The agreement also included this rare concession from a platform company: ‘DoorDash recognizes that collective representation from workers through regular dialogue and engagement with the TWU is valuable to identify, discuss, and resolve issues of general and specific concern and enhance food delivery work in the emerging gig economy.’ Time will tell whether the TWU is able to convert DoorDash’s apparent willingness to engage in collective dialogue into more substantial progress on countering the contracting model which subverts the rights of so many gig workers.

The COVID-19 pandemic has brought home the brutal effects of the gig economy’s legal fantasy – that all workers are independent contractors until they prove otherwise. As a result, these workers have been locked out of income protection schemes with no access to sick leave entitlements, at the same time as working amidst heightened risk of infection. All of this hammers home the vital importance of an effective collective voice for gig workers. Australian unions have been taking on this formidable challenge. Although significant obstacles remain, they are starting to build worker power in the world of platform capitalism.
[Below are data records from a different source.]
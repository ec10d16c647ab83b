"""One member of a scale-out run: its partitions' window, ticked at shared event-time
boundaries, answering the aggregator about it.

- **Boundaries.** Ticks fall on multiples of the tick interval in event time. The member's
  watermark is the newest event time of the partitions it still has records to read from
  (the newest of all when it has read everything), less the allowed lateness; once that
  passes a boundary T and nothing read waits unprocessed, every basket with a time up to T
  is in, so the window holds exactly (T - length, T] of its partitions. Baskets after T wait
  until T's tick is done. A member whose partitions are all read to their end follows the
  group: it ticks at a boundary another member reported.
- **A tick.** The member mines its window at its share of the threshold (phase 1 of
  :mod:`stream_miner.cluster.merge`), writes the dead letters read so far, publishes its
  part (its itemsets, window size and, per partition, the offset its window starts at and
  the offset it read to), then answers the aggregator's questions about this window until
  the tick is closed, the group's membership changes, or ``3 x --tick-wait`` passes. Ticks
  the group closed already (a member rebuilding its window) are skipped.
- **Handovers without shared disks.** After each tick the member commits, per partition,
  the offset its window starts at (further back while the drift detector may count past
  baskets), not the offset it read to. A member given a partition reads it from that
  offset and so rebuilds the partition's window from the topic; dead letters below the
  offset the previous owner had read to are its, and are not written again. A partition
  taken away is withdrawn from the window at once.
"""

from __future__ import annotations

import math
import os
import socket
import time
import uuid
from collections.abc import Sequence
from dataclasses import replace
from typing import TYPE_CHECKING

from stream_miner.cluster.merge import encode_itemsets, local_params
from stream_miner.cluster.wire import ANSWER, PART, CoordinationTopic, Message
from stream_miner.connectors.kafka_source import KafkaSource
from stream_miner.decoding.records import Basket, DeadLetter
from stream_miner.engine.limits import MiningInterrupted
from stream_miner.engine.window import TimeWindow
from stream_miner.runtime.health import DeadLetterWatch
from stream_miner.runtime.outbox import DeadLetterOutbox
from stream_miner.runtime.protocols import DeadLetterSink
from stream_miner.runtime.runner import OFFSET_BITS, RunFigures, Runner, RunSettings

if TYPE_CHECKING:
    from stream_miner.cluster.aggregator import Aggregator

MEMBER_WAIT = 3  # a member waits at most this many --tick-wait for its tick to be closed
SYNC_TIMEOUT = 10.0  # seconds a member waits to read the coordination topic to its end
QUIET_POLLS = 2  # polls in a row bringing nothing before a member that read all follows the group


def member_name() -> str:
    """A name for this process in the group's messages: host, process id and a random part."""
    return f"{socket.gethostname()}-{os.getpid()}-{uuid.uuid4().hex[:6]}"
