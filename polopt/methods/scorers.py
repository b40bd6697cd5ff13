"""What scores a sampled response in ``polopt evaluate``: a user's function, or a reward model file.

A scorer maps rows ``(prompt, response)`` to real numbers; only the order of the two scores of one
prompt matters (the policy's response against the reference's). Two kinds:

- ``evaluate.scorer=pkg.module:fn``: the user's ``fn(prompt, response) -> float``, imported by
  :func:`polopt.losses.registry.import_dotted` (the one place polopt imports by a name read at run
  time). ``prompt`` is the prompt as the file holds it (a string, or a list of messages),
  ``response`` the sampled text. A function that cannot be called with two positional arguments
  is refused before anything is sampled; a value that is not a finite real number is refused
  naming the row.
- ``evaluate.reward=PATH``: a ``reward.pt`` written by ``polopt reward task=pairs`` (a
  Bradley–Terry scalar head on the tiny transformer, :class:`polopt.methods.reward_model.ScalarRewardModel`),
  read with ``torch.load(weights_only=True)`` by :func:`polopt.methods.reward_model.load_reward_model`.
  Text is encoded as its pair file was, with the tokenizer its file names (``bos + prompt``,
  ``response + eos``); a response that does not fit the head's context beside its prompt is cut on
  the right to fit (counted in ``cut``); finite-task reward tables score response indices, not text,
  and are refused. A reward model of ``polopt reward task=pairs model=local_lm`` (a head on a local causal
  LM, :mod:`polopt.methods.lm_reward`) encodes text by the token convention of :mod:`polopt.data.chat`
  with its model's tokenizer (message prompts included), the response cut on the right to fit the
  context it was fitted with.
"""

from __future__ import annotations

import inspect
import math
from collections.abc import Callable
from dataclasses import dataclass, field

import torch

from polopt.data.encoding import SequenceIds, encode_prompts, encode_responses
from polopt.data.tokenizer import load_tokenizer
from polopt.losses.registry import import_dotted
from polopt.methods.lm_reward import KIND as LM_KIND
from polopt.methods.lm_reward import load_lm_reward, text_scores
from polopt.methods.reward_model import ScalarRewardModel, load_reward_model, score

SIGNATURE = "a function of (prompt, response) -> float"


@dataclass
class Scorer:
    """``scores(prompts, responses) -> list[float]``, what it is (``name``), and rows cut to fit (``cut``)."""

    name: str
    scores: Callable[[list, list[str]], list[float]]
    cut: list[int] = field(default_factory=list)


def user_scorer(path: str) -> Scorer:
    """``evaluate.scorer=pkg.module:fn`` as a :class:`Scorer` (see the module docstring)."""
    fn = import_dotted(path, field="evaluate.scorer", takes=SIGNATURE)
    try:
        inspect.signature(fn).bind("prompt", "response")
    except TypeError:
        raise TypeError(f"evaluate.scorer {path!r} must be {SIGNATURE}; it takes {inspect.signature(fn)}") from None
    except ValueError:  # no signature to read (some builtins): its first call says
        pass

    def scores(prompts: list, responses: list[str]) -> list[float]:
        out = []
        for i, (x, y) in enumerate(zip(prompts, responses, strict=True)):
            value = fn(x, y)
            if isinstance(value, bool) or not isinstance(value, (int, float)) and not hasattr(value, "__float__"):
                raise TypeError(f"evaluate.scorer {path!r} must return a real number; for prompt {i} it returned "
                                f"{type(value).__name__} {value!r:.40}")
            if not math.isfinite(float(value)):
                raise ValueError(f"evaluate.scorer {path!r} returned {float(value)} for prompt {i}; scores must be "
                                 "finite")
            out.append(float(value))
        return out

    return Scorer(path, scores)


def _reward_head(path: str) -> tuple[ScalarRewardModel, object, SequenceIds, int]:
    """The scalar head of a pair-file reward model, its tokenizer, special ids and context."""
    data = load_reward_model(path, {}, key="evaluate.reward")
    identity = data.get("identity", {})
    if data["kind"] != "transformer" or identity.get("task") != "pairs":
        raise ValueError(f"evaluate.reward: {path} was fitted on task {identity.get('task')!r} ({data['kind']}), which "
                         "scores that task's responses, not text; give a reward model fitted to a pair file "
                         "(polopt reward task=pairs task.path=FILE) or evaluate.scorer=pkg.module:fn")
    tokenizer = load_tokenizer(identity["tokenizer"])
    ids = SequenceIds.for_tokenizer(tokenizer)
    if (ids.vocab_size, ids.pad) != (identity["vocab_size"], identity["pad"]):
        raise ValueError(f"evaluate.reward: {path} was fitted with tokenizer {identity['tokenizer']!r} of "
                         f"{identity['vocab_size']} ids, which now gives {ids.vocab_size}; refit it")
    head = ScalarRewardModel(ids.vocab_size, pad_id=ids.pad, context=identity["context"], width=identity["width"],
                             layers=identity["layers"], heads=identity["heads"])
    head.load_state_dict(data["state"]["model"])
    return head.eval(), tokenizer, ids, int(identity["context"])


def lm_reward_scorer(path: str) -> Scorer:
    """``evaluate.reward=PATH`` of a reward model on a local causal LM (:mod:`polopt.methods.lm_reward`)."""
    reward, tokenizer, context = load_lm_reward(path)
    cut: list[int] = []

    def scores(prompts: list, responses: list[str]) -> list[float]:
        values, cut_now = text_scores(reward, tokenizer, context, prompts, responses)
        cut.extend(cut_now)
        return values

    return Scorer(f"reward model {path}", scores, cut)


def reward_scorer(path: str) -> Scorer:
    """``evaluate.reward=PATH`` as a :class:`Scorer` (see the module docstring)."""
    if load_reward_model(path, {}, key="evaluate.reward")["kind"] == LM_KIND:
        return lm_reward_scorer(path)
    head, tokenizer, ids, context = _reward_head(path)
    cut: list[int] = []

    def scores(prompts: list, responses: list[str]) -> list[float]:
        texts = []
        for i, x in enumerate(prompts):
            if not isinstance(x, str):
                raise ValueError(f"evaluate.reward scores plain-text prompts (a pair-file reward model reads text); "
                                 f"prompt {i} is a list of messages: give evaluate.scorer=pkg.module:fn instead")
            room = context - 2 - len(tokenizer.encode(x))  # bos + prompt + response + eos within the context
            if room < 0:
                raise ValueError(f"evaluate.reward: prompt {i} has {len(tokenizer.encode(x))} tokens, more than the "
                                 f"reward model's context ({context}) holds with a response")
            y = responses[i]
            if len(tokenizer.encode(y)) > room:
                y = tokenizer.truncate(y, room)
                cut.append(i)
            texts.append(y)
        prompt = encode_prompts(tokenizer, list(prompts), ids)  # (N, T_p)
        response = encode_responses(tokenizer, texts, ids)  # (N, T_r)
        return score(head, prompt, response).tolist()

    return Scorer(f"reward model {path}", scores, cut)


def build_scorer(scorer: str | None, reward: str | None) -> Scorer:
    """Exactly one of ``evaluate.scorer`` and ``evaluate.reward``, as a :class:`Scorer`."""
    if (scorer is None) == (reward is None):
        given = "both" if scorer is not None else "neither"
        raise ValueError(f"polopt evaluate needs exactly one of evaluate.scorer=pkg.module:fn ({SIGNATURE}) and "
                         f"evaluate.reward=PATH (a reward.pt of polopt reward task=pairs); {given} was given")
    return user_scorer(str(scorer)) if scorer is not None else reward_scorer(str(reward))


def score_rows(scorer: Scorer, prompts: list, responses: list[str]) -> list[float]:
    """``scorer.scores`` of the rows, under no gradient."""
    with torch.no_grad():
        return scorer.scores(prompts, responses)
[1] See: https://engage.vic.gov.au/inquiry-on-demand-workforce

[2] Klooger v Foodora Australia Pty Ltd [2018] FWC 6836; cf. the following decisions: Kaseris v Rasier Pacific V.O.F. [2017] FWC 6610, Pallage v Rasier Pacific Pty Ltd [2018] FWC 2579, Suliman v Rasier Pacific Pty Ltd [2019] FWC 4807, Gupta v Portier Pacific Pty Ltd; Uber Australia Pty Ltd T/A Uber Eats [2020] FWCFB 1698.

[3] Based on the approach taken in decisions including On Call Interpreters and Translators Agency Pty Ltd v Commissioner of Taxation (No 3) [2011] FCA 366 and Fair Work Ombudsman v Quest South Perth Holdings Ltd [2015] FCAFC 37.